[Collected data]
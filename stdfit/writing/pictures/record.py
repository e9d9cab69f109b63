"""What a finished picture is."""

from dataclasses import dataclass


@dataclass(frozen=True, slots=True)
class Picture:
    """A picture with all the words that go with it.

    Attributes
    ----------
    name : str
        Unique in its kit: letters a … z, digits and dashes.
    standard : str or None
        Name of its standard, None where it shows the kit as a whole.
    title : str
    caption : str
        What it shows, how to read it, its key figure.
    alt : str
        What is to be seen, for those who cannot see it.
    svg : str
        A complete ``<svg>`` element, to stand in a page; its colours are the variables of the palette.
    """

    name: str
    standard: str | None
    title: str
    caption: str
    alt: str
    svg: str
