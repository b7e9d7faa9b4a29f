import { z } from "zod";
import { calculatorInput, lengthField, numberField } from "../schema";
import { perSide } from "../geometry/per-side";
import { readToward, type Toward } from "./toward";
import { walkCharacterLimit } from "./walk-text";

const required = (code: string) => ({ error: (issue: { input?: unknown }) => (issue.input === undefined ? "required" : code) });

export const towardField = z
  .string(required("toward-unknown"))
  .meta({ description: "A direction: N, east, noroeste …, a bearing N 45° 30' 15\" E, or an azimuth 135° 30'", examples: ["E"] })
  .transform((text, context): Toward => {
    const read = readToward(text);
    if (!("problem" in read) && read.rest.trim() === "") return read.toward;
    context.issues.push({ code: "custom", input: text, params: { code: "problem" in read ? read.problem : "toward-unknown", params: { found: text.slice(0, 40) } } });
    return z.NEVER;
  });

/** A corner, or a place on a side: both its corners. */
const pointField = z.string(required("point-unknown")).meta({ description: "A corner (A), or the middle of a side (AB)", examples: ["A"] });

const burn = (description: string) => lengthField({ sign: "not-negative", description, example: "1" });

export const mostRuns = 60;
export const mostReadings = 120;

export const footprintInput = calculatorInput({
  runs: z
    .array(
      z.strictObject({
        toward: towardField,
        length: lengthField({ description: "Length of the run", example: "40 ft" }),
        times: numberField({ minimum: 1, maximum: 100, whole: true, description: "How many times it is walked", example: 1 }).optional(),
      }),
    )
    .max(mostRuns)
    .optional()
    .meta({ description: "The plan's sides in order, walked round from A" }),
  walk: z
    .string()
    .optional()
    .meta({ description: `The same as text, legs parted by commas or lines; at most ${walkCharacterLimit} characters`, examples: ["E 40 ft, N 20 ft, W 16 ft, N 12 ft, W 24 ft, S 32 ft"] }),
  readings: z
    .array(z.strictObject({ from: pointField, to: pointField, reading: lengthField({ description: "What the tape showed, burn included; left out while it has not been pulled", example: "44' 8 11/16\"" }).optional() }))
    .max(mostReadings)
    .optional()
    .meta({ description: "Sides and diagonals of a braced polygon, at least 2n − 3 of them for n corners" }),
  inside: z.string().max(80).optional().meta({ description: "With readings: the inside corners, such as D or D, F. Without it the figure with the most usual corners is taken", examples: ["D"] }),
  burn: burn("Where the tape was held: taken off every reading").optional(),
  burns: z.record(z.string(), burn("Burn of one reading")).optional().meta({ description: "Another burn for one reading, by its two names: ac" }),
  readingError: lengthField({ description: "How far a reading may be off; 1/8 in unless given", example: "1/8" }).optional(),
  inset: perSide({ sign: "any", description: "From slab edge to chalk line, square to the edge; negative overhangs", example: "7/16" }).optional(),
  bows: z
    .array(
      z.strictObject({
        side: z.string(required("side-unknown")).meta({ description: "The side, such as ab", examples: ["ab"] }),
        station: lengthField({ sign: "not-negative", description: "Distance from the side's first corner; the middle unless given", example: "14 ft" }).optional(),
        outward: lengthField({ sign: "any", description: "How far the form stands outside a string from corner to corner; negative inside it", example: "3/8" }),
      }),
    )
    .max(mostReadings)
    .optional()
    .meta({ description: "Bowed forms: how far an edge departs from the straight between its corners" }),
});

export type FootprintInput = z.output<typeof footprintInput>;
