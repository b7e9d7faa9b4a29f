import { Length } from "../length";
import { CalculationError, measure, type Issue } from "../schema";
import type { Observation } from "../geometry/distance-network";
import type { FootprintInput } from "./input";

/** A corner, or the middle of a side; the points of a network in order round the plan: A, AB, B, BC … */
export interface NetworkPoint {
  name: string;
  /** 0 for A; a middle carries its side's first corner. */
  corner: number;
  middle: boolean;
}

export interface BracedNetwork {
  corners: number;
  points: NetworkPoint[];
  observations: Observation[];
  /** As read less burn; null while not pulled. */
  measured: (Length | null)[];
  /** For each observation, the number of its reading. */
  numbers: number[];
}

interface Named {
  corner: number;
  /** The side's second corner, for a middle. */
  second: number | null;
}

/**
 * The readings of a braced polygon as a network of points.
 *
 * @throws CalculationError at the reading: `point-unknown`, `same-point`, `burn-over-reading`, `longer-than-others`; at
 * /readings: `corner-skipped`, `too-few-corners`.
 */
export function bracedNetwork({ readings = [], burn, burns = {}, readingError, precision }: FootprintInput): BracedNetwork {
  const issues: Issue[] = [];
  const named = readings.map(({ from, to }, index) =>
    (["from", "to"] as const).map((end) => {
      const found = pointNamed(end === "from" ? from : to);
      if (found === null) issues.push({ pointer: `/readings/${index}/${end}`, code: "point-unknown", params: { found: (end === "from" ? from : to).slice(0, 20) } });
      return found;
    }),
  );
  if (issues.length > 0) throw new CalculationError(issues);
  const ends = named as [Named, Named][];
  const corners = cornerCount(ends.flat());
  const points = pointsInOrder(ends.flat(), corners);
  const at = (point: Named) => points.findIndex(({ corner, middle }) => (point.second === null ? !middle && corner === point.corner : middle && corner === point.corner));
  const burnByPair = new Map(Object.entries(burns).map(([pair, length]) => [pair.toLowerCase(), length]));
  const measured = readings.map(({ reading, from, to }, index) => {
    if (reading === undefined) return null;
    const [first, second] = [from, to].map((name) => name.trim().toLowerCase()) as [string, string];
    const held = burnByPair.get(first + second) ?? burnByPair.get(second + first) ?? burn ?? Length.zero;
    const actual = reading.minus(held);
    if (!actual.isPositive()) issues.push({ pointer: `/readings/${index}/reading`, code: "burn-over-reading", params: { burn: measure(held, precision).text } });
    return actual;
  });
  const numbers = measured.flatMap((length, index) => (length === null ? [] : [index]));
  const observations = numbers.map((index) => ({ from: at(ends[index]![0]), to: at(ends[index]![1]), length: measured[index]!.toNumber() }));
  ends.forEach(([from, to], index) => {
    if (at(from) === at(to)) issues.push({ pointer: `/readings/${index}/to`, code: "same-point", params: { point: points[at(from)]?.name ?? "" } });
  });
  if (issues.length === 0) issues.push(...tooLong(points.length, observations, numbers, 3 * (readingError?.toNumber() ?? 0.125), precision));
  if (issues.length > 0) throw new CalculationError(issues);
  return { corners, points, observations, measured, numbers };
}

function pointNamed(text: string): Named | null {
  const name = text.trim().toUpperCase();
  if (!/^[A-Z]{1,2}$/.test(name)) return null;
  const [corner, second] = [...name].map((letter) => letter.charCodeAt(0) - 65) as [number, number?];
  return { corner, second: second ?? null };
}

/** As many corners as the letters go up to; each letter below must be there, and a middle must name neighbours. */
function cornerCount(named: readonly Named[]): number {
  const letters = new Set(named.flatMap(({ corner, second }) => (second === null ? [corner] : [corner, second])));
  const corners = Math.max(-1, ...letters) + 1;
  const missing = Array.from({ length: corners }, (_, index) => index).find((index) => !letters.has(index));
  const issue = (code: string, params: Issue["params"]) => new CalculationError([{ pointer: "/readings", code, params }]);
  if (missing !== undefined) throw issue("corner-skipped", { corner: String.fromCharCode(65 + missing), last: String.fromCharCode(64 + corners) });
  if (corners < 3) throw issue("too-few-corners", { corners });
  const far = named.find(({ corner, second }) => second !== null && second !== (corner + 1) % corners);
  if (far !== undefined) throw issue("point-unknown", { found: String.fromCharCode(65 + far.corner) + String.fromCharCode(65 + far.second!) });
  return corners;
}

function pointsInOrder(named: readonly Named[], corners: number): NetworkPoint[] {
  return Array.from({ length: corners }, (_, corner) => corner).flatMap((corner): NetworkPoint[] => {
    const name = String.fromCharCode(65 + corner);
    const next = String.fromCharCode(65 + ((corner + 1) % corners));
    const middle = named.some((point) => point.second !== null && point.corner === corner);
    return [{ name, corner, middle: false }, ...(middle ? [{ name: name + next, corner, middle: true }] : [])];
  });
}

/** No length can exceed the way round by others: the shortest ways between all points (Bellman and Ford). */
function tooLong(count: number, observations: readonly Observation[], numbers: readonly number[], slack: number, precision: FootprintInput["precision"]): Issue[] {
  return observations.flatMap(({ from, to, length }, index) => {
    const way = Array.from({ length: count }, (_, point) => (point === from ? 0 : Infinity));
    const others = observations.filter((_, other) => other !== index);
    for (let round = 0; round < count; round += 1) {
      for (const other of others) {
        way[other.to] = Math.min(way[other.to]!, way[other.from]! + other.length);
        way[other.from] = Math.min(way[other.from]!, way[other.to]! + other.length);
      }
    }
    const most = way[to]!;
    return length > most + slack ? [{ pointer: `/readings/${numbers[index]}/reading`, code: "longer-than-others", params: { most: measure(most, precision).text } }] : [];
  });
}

#### [TASK DETAILS]
Each line of the records with the word "BracedNetwork" in it is to be copied.

#### [REPLY]
export interface BracedNetwork {
export function bracedNetwork({ readings = [], burn, burns = {}, readingError, precision }: FootprintInput): BracedNetwork {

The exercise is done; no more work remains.